» **Assignment**
Start at the line that contains "expect(own.lostUnits).toBe(count((u) => now[u]". Repeat it and each line after it, exactly, up to and including the final line of the data.
Data shown Block Start
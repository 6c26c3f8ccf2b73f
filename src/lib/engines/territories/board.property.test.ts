import { describe, expect, it } from 'vitest';
import fc from 'fast-check';
import { smallProblems } from '../../../../tests/support/small-territories.ts';
import { Board } from './board.ts';
import { figures } from './figures.ts';
import { missingValues } from './missing-values.ts';
import type { PlanFigures } from './figures-of.ts';
import type { TerritoryProblem } from './problem.ts';
import { geometryFrom } from './unit-geometry.ts';

function geometryOf({ graph }: TerritoryProblem) {
	const pairs = Array.from({ length: graph.count }, (_, u) =>
		Array.from(graph.targets.subarray(graph.offsets[u], graph.offsets[u + 1]), (v) => [u, v]),
	)
		.flat()
		.filter(([u, v]) => u < v);
	return geometryFrom({
		at: Float64Array.from({ length: 2 * graph.count }, (_, i) => (i % 2 ? 47 : 8 + i / 20)),
		areaKm2: Float64Array.from({ length: graph.count }, (_, u) => 50 + u),
		borders: {
			a: pairs.map((p) => p[0]),
			b: pairs.map((p) => p[1]),
			metres: pairs.map(([u, v]) => 1000 * (u + v + 1)),
		},
		outerMetres: Float64Array.from({ length: graph.count }, (_, u) => 7000 + u),
	});
}

const runs = fc
	.tuple(smallProblems(12), fc.array(fc.tuple(fc.nat(11), fc.integer({ min: -1, max: 2 }))))
	.filter(([problem]) => missingValues(problem) === null);

describe('live figures', () => {
	it('after any moves are those worked out from scratch', () => {
		fc.assert(
			fc.property(runs, ([problem, moves]) => {
				const geometry = geometryOf(problem);
				const board = new Board(problem, problem.today, geometry);
				board.figures();
				for (const [unit, to] of moves) {
					if (unit >= problem.graph.count || to >= problem.territories.length) continue;
					board.move(unit, to);
					if (unit % 3 === 0) board.figures();
				}
				expect(board.figures()).toEqual(figures(problem, board.assignment, geometry));
			}),
			{ numRuns: 300 },
		);
	});

	it('agree with counting unit by unit', () => {
		fc.assert(
			fc.property(runs, ([problem, moves]) => {
				const board = new Board(problem, problem.today, geometryOf(problem));
				for (const [unit, to] of moves) {
					if (unit < problem.graph.count && to < problem.territories.length) board.move(unit, to);
				}
				expectCounted(problem, board.assignment, board.figures());
			}),
			{ numRuns: 300 },
		);
	});
});

function expectCounted(problem: TerritoryProblem, now: Int32Array, told: PlanFigures) {
	const { today, graph, measures, territories } = problem;
	const units = Array.from(today.keys());
	const moved = units.filter((u) => today[u] !== now[u]);
	const cost = moved.reduce((sum, u) => sum + (problem.cost ? problem.cost[u] : 1), 0);
	expect(told.movedUnits).toBe(moved.length);
	expect(told.movedCost).toBe(cost);
	let cut = 0;
	let outline = 0;
	for (const u of units) {
		outline += 7000 + u;
		for (const v of graph.targets.subarray(graph.offsets[u], graph.offsets[u + 1])) {
			if (v > u && now[u] >= 0 && now[v] >= 0 && now[u] !== now[v]) cut++;
			if (now[u] !== now[v]) outline += 1000 * (u + v + 1);
		}
	}
	expect(told.cutBorders.after).toBe(cut);
	const alone = units.filter((u) => now[u] < 0);
	if (alone.length === 0) {
		const perimeters = told.territories.reduce((sum, t) => sum + (t.shape?.perimeterKm ?? 0), 0);
		expect(perimeters).toBeCloseTo(outline / 1000, 6);
	}
	territories.forEach((_, t) => {
		const own = told.territories[t];
		const count = (test: (u: number) => boolean) => units.filter(test).length;
		expect(own.units).toBe(count((u) => now[u] === t));
		expect(own.gainedUnits).toBe(count((u) => now[u] === t && today[u] !== t));
		expect(own.lostUnits).toBe(count((u) => now[u] !== t && today[u] === t));
		measures.forEach(({ values }, m) => {
			const sum = (test: (u: number) => boolean) =>
				units.filter(test).reduce((all, u) => all + values[u], 0);
			const { load, today: before, gained, lost, kept } = own.measures[m];
			expect(load).toBe(sum((u) => now[u] === t));
			expect(before.load).toBe(sum((u) => today[u] === t));
			expect(load - gained).toBe(kept);
			expect(before.load - lost).toBe(kept);
		});
	});
}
Data shown Block End
» **Expected answer**
		expect(own.lostUnits).toBe(count((u) => now[u] !== t && today[u] === t));
		measures.forEach(({ values }, m) => {
			const sum = (test: (u: number) => boolean) =>
				units.filter(test).reduce((all, u) => all + values[u], 0);
			const { load, today: before, gained, lost, kept } = own.measures[m];
			expect(load).toBe(sum((u) => now[u] === t));
			expect(before.load).toBe(sum((u) => today[u] === t));
			expect(load - gained).toBe(kept);
			expect(before.load - lost).toBe(kept);
		});
	});
}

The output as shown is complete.